Stored data:
Start of Block

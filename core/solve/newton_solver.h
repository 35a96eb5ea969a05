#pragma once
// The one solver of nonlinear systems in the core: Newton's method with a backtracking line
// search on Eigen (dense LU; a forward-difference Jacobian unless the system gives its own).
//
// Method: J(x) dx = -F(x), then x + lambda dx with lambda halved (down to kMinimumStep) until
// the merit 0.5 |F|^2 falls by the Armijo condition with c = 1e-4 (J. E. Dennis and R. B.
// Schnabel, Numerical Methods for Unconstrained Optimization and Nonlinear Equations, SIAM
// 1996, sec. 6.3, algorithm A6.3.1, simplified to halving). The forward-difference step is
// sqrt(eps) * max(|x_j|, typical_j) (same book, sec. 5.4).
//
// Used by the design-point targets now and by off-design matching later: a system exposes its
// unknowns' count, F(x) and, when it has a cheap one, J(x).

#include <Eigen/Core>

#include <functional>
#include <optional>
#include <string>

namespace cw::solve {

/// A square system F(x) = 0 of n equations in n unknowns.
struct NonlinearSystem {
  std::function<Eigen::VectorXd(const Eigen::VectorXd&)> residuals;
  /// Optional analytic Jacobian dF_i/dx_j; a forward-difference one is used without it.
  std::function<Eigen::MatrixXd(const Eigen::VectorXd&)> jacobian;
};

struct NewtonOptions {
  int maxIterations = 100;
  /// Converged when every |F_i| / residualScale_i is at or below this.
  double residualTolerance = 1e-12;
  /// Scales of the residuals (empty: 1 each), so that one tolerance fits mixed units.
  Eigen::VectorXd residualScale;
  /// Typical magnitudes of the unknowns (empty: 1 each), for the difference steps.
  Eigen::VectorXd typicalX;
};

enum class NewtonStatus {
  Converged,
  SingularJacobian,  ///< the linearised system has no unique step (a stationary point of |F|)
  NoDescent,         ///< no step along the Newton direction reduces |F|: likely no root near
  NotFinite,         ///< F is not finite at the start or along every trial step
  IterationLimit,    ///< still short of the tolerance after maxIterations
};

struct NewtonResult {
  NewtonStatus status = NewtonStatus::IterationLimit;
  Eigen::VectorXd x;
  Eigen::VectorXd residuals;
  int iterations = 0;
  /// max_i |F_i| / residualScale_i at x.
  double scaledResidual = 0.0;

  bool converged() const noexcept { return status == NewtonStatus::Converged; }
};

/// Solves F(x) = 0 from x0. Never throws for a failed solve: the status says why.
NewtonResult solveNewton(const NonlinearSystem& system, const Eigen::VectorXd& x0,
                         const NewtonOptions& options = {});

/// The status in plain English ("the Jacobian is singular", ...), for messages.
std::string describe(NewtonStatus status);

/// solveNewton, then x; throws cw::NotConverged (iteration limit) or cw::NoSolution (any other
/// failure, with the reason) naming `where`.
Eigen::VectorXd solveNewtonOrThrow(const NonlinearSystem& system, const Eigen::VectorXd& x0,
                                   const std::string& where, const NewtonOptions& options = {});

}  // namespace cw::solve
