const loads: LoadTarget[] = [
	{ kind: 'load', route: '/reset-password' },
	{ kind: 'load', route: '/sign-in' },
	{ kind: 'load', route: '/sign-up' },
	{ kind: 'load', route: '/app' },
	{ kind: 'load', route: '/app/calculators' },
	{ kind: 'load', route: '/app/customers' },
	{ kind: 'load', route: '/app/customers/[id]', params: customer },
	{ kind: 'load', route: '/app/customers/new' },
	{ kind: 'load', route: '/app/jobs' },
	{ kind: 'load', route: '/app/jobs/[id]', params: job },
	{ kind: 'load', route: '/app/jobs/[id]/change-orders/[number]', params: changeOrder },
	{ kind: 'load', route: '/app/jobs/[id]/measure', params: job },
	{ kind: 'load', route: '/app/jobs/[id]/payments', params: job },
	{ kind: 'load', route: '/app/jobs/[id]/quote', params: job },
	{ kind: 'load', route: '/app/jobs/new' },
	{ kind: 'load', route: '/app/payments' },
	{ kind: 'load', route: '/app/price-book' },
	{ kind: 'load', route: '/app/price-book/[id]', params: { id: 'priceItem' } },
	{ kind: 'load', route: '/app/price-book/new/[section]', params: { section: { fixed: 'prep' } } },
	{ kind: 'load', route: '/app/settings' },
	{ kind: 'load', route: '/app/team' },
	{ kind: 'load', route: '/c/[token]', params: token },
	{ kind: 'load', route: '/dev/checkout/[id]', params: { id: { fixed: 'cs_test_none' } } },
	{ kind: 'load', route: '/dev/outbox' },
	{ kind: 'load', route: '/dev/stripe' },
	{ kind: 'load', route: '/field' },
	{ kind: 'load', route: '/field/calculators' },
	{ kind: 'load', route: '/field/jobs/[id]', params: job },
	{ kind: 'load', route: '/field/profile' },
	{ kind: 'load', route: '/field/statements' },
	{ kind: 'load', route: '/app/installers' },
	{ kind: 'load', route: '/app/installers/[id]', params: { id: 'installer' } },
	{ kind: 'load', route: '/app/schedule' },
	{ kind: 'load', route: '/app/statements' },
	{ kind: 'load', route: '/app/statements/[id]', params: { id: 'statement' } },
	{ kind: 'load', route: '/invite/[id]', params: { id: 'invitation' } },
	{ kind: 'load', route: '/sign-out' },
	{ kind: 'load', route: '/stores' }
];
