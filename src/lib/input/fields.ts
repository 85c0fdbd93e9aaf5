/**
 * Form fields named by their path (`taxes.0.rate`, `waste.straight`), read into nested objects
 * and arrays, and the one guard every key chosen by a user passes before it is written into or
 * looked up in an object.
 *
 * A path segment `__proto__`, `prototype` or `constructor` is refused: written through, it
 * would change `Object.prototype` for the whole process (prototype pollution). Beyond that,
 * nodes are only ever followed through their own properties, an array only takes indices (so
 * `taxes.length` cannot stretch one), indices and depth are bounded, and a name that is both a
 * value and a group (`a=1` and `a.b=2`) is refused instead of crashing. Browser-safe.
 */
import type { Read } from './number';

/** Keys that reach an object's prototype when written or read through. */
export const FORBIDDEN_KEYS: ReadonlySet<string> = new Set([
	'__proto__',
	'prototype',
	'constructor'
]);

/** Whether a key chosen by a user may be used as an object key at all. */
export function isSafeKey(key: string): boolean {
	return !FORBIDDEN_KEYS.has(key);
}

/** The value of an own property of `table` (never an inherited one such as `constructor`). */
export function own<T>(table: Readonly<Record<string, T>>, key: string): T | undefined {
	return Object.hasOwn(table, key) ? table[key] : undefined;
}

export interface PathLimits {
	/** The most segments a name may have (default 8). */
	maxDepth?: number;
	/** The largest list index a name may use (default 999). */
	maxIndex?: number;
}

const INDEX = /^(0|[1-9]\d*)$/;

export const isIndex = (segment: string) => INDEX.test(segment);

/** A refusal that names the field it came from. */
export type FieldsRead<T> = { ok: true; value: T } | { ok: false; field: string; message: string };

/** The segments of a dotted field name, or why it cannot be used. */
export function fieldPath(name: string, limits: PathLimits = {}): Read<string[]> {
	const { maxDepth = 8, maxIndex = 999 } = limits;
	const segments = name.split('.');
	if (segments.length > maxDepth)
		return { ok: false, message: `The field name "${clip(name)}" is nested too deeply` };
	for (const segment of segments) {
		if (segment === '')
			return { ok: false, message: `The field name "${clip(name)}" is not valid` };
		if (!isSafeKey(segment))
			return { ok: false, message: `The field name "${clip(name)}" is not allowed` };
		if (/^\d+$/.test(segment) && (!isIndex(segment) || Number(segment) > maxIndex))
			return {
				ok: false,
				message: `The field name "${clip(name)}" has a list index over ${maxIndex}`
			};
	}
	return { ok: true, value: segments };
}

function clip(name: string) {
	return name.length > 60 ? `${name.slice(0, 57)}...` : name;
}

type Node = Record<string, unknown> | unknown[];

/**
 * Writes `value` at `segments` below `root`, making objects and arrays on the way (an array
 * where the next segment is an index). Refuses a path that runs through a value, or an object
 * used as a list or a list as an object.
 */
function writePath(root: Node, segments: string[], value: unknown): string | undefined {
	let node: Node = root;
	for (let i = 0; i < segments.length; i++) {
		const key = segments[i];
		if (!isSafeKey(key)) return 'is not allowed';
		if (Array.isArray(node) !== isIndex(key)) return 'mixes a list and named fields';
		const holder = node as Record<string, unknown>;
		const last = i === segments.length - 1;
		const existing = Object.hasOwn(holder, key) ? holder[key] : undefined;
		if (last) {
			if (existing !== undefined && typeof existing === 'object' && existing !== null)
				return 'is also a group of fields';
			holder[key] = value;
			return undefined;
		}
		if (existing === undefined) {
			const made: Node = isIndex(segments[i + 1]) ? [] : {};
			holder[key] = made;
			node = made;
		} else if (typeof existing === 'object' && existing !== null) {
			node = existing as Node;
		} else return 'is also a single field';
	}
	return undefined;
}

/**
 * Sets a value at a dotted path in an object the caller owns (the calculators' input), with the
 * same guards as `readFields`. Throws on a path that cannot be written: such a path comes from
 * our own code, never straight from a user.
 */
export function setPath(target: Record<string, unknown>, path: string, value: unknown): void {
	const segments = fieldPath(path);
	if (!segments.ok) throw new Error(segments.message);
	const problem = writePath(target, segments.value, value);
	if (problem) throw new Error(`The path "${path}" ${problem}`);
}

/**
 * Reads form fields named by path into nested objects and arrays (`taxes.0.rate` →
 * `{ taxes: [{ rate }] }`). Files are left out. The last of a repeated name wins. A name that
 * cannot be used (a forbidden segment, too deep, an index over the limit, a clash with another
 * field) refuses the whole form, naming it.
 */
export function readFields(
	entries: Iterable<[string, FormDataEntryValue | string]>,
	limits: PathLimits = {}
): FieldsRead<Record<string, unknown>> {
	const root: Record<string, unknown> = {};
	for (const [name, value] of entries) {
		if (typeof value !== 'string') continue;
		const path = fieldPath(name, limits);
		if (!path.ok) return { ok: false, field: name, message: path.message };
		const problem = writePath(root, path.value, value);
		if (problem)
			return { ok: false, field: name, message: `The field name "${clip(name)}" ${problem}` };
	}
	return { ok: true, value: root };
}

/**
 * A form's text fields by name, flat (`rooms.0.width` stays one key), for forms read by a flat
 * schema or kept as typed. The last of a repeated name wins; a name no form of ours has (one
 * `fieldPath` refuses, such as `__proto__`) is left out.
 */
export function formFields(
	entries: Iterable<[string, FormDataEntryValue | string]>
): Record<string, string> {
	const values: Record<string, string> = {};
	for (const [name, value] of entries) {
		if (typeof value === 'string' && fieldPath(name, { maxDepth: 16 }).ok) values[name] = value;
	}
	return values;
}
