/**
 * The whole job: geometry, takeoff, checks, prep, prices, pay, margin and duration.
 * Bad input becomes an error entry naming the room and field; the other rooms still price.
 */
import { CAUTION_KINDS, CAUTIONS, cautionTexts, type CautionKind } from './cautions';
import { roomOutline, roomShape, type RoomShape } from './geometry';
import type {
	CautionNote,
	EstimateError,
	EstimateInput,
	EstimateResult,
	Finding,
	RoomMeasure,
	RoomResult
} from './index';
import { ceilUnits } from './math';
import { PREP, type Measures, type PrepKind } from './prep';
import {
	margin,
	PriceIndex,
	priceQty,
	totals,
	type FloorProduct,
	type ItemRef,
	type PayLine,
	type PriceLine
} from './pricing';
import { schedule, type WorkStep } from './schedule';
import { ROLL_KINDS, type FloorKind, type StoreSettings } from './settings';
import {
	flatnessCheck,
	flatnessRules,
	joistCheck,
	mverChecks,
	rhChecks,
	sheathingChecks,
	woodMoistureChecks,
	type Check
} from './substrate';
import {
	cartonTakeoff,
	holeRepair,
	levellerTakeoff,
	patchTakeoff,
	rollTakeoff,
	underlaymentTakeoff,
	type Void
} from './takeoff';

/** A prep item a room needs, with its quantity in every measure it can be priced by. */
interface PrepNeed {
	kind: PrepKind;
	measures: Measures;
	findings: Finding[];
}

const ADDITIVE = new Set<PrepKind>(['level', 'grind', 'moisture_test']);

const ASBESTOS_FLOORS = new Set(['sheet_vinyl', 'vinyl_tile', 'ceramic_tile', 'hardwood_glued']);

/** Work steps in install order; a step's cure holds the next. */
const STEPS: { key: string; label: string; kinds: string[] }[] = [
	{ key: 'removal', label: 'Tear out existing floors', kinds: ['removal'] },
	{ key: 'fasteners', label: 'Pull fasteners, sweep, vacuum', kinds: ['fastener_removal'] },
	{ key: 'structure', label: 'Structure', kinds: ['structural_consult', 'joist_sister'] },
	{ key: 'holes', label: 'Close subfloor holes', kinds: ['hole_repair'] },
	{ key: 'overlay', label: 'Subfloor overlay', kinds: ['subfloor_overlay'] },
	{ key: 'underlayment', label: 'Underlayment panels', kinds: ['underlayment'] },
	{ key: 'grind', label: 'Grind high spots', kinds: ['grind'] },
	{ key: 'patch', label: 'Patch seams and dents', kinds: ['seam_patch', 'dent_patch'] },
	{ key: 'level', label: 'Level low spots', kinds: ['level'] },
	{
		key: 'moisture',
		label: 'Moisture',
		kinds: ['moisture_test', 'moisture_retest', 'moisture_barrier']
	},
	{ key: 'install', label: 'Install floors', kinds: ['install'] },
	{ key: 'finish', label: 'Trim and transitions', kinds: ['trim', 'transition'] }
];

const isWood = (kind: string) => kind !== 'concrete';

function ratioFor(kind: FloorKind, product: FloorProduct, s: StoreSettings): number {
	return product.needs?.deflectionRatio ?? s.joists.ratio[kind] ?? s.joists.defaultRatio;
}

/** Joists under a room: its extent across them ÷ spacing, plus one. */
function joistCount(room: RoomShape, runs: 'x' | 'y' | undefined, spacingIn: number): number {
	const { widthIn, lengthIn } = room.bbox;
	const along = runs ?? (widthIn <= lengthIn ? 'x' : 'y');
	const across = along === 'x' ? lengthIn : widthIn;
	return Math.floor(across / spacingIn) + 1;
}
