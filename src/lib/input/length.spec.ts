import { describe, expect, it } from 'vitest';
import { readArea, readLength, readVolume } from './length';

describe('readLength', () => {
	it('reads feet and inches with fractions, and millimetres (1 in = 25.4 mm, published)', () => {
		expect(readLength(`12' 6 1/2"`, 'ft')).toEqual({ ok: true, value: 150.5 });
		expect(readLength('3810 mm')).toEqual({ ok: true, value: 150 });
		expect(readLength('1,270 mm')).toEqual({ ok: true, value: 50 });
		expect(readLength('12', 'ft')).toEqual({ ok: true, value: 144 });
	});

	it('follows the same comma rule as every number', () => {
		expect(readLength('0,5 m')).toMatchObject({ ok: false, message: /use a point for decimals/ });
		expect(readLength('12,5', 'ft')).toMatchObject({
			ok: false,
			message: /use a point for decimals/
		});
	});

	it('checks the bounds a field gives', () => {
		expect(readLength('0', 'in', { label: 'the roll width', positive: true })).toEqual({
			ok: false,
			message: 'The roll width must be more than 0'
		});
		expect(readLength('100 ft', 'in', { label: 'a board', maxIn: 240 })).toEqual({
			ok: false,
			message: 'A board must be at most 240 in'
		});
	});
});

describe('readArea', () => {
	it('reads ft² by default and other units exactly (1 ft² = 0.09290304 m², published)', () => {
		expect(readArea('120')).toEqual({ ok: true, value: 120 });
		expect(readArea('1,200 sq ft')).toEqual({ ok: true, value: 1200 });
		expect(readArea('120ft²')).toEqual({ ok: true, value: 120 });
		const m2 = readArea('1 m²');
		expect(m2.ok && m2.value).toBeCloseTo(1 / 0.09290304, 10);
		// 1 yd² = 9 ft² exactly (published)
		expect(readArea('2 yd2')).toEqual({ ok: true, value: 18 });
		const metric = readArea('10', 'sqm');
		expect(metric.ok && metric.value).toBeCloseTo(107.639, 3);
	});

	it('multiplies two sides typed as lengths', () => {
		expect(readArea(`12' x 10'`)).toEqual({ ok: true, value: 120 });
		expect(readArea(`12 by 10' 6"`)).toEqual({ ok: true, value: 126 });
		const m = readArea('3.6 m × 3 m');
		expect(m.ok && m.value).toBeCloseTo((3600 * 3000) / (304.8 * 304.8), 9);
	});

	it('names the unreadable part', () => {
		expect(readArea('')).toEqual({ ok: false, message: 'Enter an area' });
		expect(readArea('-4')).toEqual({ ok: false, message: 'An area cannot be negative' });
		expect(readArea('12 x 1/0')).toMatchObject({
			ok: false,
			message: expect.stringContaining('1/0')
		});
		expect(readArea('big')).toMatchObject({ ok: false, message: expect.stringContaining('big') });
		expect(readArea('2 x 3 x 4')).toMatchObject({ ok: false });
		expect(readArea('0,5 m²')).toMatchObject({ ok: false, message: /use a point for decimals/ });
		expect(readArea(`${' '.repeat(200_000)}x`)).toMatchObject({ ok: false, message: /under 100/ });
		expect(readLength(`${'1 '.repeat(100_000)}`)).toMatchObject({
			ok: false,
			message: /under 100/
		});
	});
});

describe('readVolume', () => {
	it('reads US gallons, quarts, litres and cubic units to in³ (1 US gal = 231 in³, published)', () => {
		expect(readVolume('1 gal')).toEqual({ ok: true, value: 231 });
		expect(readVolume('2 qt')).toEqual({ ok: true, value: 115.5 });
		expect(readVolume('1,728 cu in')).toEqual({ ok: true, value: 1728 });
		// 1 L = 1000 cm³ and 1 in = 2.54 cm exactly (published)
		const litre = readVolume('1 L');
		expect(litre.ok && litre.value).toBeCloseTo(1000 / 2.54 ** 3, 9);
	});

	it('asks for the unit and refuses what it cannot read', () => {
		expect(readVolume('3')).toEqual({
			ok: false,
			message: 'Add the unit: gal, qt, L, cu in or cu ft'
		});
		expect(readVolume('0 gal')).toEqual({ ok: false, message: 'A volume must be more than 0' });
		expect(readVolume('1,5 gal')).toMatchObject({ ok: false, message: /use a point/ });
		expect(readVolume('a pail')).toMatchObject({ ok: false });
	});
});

End of Block

> **Assigned task**: From the records above, print exactly the lines that run from the line with "Eigen::VectorXd solveNewtonOrThrow(const NonlinearSystem&" to the line with "kind: 'load', route: '/app/customers/new'", inclusive.

> **Exercise solution**:
Eigen::VectorXd solveNewtonOrThrow(const NonlinearSystem& system, const Eigen::VectorXd& x0,
                                   const std::string& where, const NewtonOptions& options = {});

}  // namespace cw::solve
const loads: LoadTarget[] = [
	{ kind: 'load', route: '/reset-password' },
	{ kind: 'load', route: '/sign-in' },
	{ kind: 'load', route: '/sign-up' },
	{ kind: 'load', route: '/app' },
	{ kind: 'load', route: '/app/calculators' },
	{ kind: 'load', route: '/app/customers' },
	{ kind: 'load', route: '/app/customers/[id]', params: customer },
	{ kind: 'load', route: '/app/customers/new' },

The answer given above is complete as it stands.